Award, an NSF CAREER Award, an IBM Partnership Award, a Microsoft A. Richard Newton Breakthrough Research Award, and the inaugural IEEE CEDA Early Career Award. Some of his publications have received the Best Paper Awards at the Design Automation and Test in Europe (DATE), the International Symposium on Physical Design, and the IEEE Transactions on Computer-Aided Design conferences. In the 2011 redesign of the ACM Computing Classification System, he led the effort on the hardware tree. He is an Executive Board Member of ACM SIGDA. He is an Editorial Board Member of the *Communications of ACM* and IEEE DESIGN AND TEST, as well as several ACM and IEEE transactions. He has chaired tracks at DAC, ICCAD, ICCD, DATE, and GLSVLSI.



**Jens Lienig** (M'97–SM'10) received the M.S. (Diploma), Ph.D. (Dr.-Ing.), and Habilitation degrees in electrical engineering from the Dresden University of Technology, Dresden, Germany, in 1988, 1991, and 1996, respectively.

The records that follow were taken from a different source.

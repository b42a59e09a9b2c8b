"""The report's section on monitoring wells against background and fixed standards.

It states the statistical design first, as the Unified Guidance asks a report to (USEPA 2009,
ch. 2-6): the design statement of :mod:`tracescreen.statistics.background.statement`; then each
compliance well's status over its retest sequence, the prediction limits with their inputs, the
confidence limits against standards, and charts of the wells that need attention (an initial or
confirmed exceedance of background, or a lower confidence limit above a standard). The section's
blocks are built by :func:`tracescreen.report.appendices.wells_section`; the design statement is in
the report's appendix on the statistical design.
"""

from __future__ import annotations

import pandas as pd

from tracescreen.report.tables import only_sites

#: Charts drawn at most (wells needing attention first).
MAX_CHARTS = 24

STATUS_COLUMNS = ["site_id", "analyte", "fraction", "comparison", "method", "plan", "limit_ug_L",
                  "n_evaluations", "n_initial_exceedances", "n_confirmed_exceedances", "n_resamples_missing",
                  "latest_status", "latest_sampled"]
LIMIT_COLUMNS = ["site_id", "analyte", "fraction", "comparison", "comparison_reason", "background_source",
                 "n_background", "percent_nondetect", "distribution", "mean", "sd", "df", "sd_pooled", "kappa",
                 "rank_from_top", "limit_ug_L", "design_false_positive_rate", "achieved_false_positive_rate",
                 "power_3sd", "limit_notes"]
CI_COLUMNS = ["site_id", "analyte", "fraction", "stage", "limit_table", "standard_ug_L", "standard_basis", "n",
              "parameter", "method", "lcl_ug_L", "ucl_ug_L", "confidence", "achieved_confidence", "decision",
              "ucl_below_standard_from", "ci_notes"]


def wells_tables(wells: dict, site_ids=None) -> dict[str, pd.DataFrame]:
    """The report's wells tables by name (``wells_design``, ``wells_status``, ``wells_limits``,
    ``wells_confidence``), restricted to ``site_ids`` where given."""
    return {
        "wells_design": wells["design_statement"],
        "wells_status": only_sites(wells["well_status"], site_ids)[STATUS_COLUMNS].reset_index(drop=True),
        "wells_limits": only_sites(wells["prediction_limits"], site_ids)[LIMIT_COLUMNS].reset_index(drop=True),
        "wells_confidence": only_sites(wells["confidence_limits"], site_ids)[CI_COLUMNS].reset_index(drop=True),
    }


def attention(wells: dict, site_ids=None) -> pd.DataFrame:
    """Compliance series needing attention, worst first: confirmed, then initial exceedances of
    background, then lower confidence limits above a standard."""
    keys = ["site_id", "analyte", "fraction"]
    st = only_sites(wells["well_status"], site_ids)
    ci = only_sites(wells["confidence_limits"], site_ids)
    rank = pd.concat([
        st.loc[st["n_confirmed_exceedances"] > 0, keys].assign(rank=0),
        st.loc[st["latest_status"].isin(["initial_exceedance", "resample_required"]), keys].assign(rank=1),
        ci.loc[ci["decision"] == "exceeds", keys].assign(rank=2),
    ])
    return rank.sort_values(["rank"] + keys).drop_duplicates(keys).reset_index(drop=True)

He is currently a Full Professor of electrical engineering at the Dresden University of Technology, where he is also the Director of the Institute of Electromechanical and Electronic Design. From 1999 to 2002, he was a Tool Manager with Robert Bosch GmbH, Reutlingen, Germany. From 1996 to 1999,

he was with Tanner Research, Inc., Pasadena, CA. From 1994 to 1996, he was a Visiting Assistant Professor with the Department of Computer Science, University of Virginia, Charlottesville. From 1991 to 1994, he was a Post-Doctoral Fellow with Concordia University, Montréal, QC, Canada. His current research interests include physical design automation of very largescale integrated circuits, multichip modules, and printed circuit boards, with a special emphasis on electromigration avoidance in physical design, 3-D design, and constraint-driven design methodologies.

Prof. Lienig has served on the Technical Program Committee of the DATE, SLIP, and ISPD conferences.